Would you return the material below exactly, with no line left out?

Task material –

▬▬▬▬▬▬▬▬▬▬

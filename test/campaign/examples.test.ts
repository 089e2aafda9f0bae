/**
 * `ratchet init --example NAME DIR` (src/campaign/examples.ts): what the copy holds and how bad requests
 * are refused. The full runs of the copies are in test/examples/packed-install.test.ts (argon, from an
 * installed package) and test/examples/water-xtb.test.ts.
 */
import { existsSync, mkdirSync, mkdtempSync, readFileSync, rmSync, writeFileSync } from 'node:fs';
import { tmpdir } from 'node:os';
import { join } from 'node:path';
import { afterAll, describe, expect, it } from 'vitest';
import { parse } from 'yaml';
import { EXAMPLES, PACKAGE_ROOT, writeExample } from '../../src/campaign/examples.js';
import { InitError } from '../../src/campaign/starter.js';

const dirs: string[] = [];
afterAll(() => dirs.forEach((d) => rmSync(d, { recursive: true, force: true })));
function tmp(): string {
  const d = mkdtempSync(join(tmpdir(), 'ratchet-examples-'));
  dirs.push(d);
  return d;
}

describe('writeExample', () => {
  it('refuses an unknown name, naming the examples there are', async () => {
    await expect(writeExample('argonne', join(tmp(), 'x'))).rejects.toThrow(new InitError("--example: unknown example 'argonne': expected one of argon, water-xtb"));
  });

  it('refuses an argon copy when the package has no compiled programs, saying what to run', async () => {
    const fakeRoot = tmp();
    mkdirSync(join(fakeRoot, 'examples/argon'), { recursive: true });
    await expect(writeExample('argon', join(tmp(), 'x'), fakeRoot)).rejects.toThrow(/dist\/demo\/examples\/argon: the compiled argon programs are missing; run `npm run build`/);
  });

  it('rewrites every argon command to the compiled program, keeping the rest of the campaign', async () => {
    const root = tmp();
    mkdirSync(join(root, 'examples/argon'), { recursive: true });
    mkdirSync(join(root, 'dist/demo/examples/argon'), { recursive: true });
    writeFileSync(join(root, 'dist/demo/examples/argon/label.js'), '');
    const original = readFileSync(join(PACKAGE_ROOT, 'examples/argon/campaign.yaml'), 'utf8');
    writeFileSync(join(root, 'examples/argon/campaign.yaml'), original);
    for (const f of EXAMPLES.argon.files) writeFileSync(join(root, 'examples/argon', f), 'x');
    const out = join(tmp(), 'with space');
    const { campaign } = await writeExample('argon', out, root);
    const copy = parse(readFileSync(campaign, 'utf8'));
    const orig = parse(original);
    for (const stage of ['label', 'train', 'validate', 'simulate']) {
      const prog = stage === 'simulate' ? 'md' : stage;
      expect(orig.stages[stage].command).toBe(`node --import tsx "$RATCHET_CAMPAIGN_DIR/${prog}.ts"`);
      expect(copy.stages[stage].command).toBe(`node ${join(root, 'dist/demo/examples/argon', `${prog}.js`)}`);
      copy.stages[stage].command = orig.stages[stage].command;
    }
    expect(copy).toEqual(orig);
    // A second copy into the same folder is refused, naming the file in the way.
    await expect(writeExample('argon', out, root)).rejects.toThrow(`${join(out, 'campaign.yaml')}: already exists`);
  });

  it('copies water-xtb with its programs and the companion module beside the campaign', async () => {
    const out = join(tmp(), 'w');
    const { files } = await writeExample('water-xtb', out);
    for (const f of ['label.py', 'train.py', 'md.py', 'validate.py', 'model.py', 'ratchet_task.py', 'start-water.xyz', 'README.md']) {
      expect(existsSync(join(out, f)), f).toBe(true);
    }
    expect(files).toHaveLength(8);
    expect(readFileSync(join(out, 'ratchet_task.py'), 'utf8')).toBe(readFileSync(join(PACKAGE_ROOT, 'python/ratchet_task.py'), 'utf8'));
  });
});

▬▬▬▬▬▬▬▬▬▬

Answer –
filename test/campaign/examples.test.ts
repository 089e2aafda9f0bae
/**
 * `ratchet init --example NAME DIR` (src/campaign/examples.ts): what the copy holds and how bad requests
 * are refused. The full runs of the copies are in test/examples/packed-install.test.ts (argon, from an
 * installed package) and test/examples/water-xtb.test.ts.
 */
import { existsSync, mkdirSync, mkdtempSync, readFileSync, rmSync, writeFileSync } from 'node:fs';
import { tmpdir } from 'node:os';
import { join } from 'node:path';
import { afterAll, describe, expect, it } from 'vitest';
import { parse } from 'yaml';
import { EXAMPLES, PACKAGE_ROOT, writeExample } from '../../src/campaign/examples.js';
import { InitError } from '../../src/campaign/starter.js';

const dirs: string[] = [];
afterAll(() => dirs.forEach((d) => rmSync(d, { recursive: true, force: true })));
function tmp(): string {
  const d = mkdtempSync(join(tmpdir(), 'ratchet-examples-'));
  dirs.push(d);
  return d;
}

describe('writeExample', () => {
  it('refuses an unknown name, naming the examples there are', async () => {
    await expect(writeExample('argonne', join(tmp(), 'x'))).rejects.toThrow(new InitError("--example: unknown example 'argonne': expected one of argon, water-xtb"));
  });

  it('refuses an argon copy when the package has no compiled programs, saying what to run', async () => {
    const fakeRoot = tmp();
    mkdirSync(join(fakeRoot, 'examples/argon'), { recursive: true });
    await expect(writeExample('argon', join(tmp(), 'x'), fakeRoot)).rejects.toThrow(/dist\/demo\/examples\/argon: the compiled argon programs are missing; run `npm run build`/);
  });

  it('rewrites every argon command to the compiled program, keeping the rest of the campaign', async () => {
    const root = tmp();
    mkdirSync(join(root, 'examples/argon'), { recursive: true });
    mkdirSync(join(root, 'dist/demo/examples/argon'), { recursive: true });
    writeFileSync(join(root, 'dist/demo/examples/argon/label.js'), '');
    const original = readFileSync(join(PACKAGE_ROOT, 'examples/argon/campaign.yaml'), 'utf8');
    writeFileSync(join(root, 'examples/argon/campaign.yaml'), original);
    for (const f of EXAMPLES.argon.files) writeFileSync(join(root, 'examples/argon', f), 'x');
    const out = join(tmp(), 'with space');
    const { campaign } = await writeExample('argon', out, root);
    const copy = parse(readFileSync(campaign, 'utf8'));
    const orig = parse(original);
    for (const stage of ['label', 'train', 'validate', 'simulate']) {
      const prog = stage === 'simulate' ? 'md' : stage;
      expect(orig.stages[stage].command).toBe(`node --import tsx "$RATCHET_CAMPAIGN_DIR/${prog}.ts"`);
      expect(copy.stages[stage].command).toBe(`node ${join(root, 'dist/demo/examples/argon', `${prog}.js`)}`);
      copy.stages[stage].command = orig.stages[stage].command;
    }
    expect(copy).toEqual(orig);
    // A second copy into the same folder is refused, naming the file in the way.
    await expect(writeExample('argon', out, root)).rejects.toThrow(`${join(out, 'campaign.yaml')}: already exists`);
  });

  it('copies water-xtb with its programs and the companion module beside the campaign', async () => {
    const out = join(tmp(), 'w');
    const { files } = await writeExample('water-xtb', out);
    for (const f of ['label.py', 'train.py', 'md.py', 'validate.py', 'model.py', 'ratchet_task.py', 'start-water.xyz', 'README.md']) {
      expect(existsSync(join(out, f)), f).toBe(true);
    }
    expect(files).toHaveLength(8);
    expect(readFileSync(join(out, 'ratchet_task.py'), 'utf8')).toBe(readFileSync(join(PACKAGE_ROOT, 'python/ratchet_task.py'), 'utf8'));
  });
});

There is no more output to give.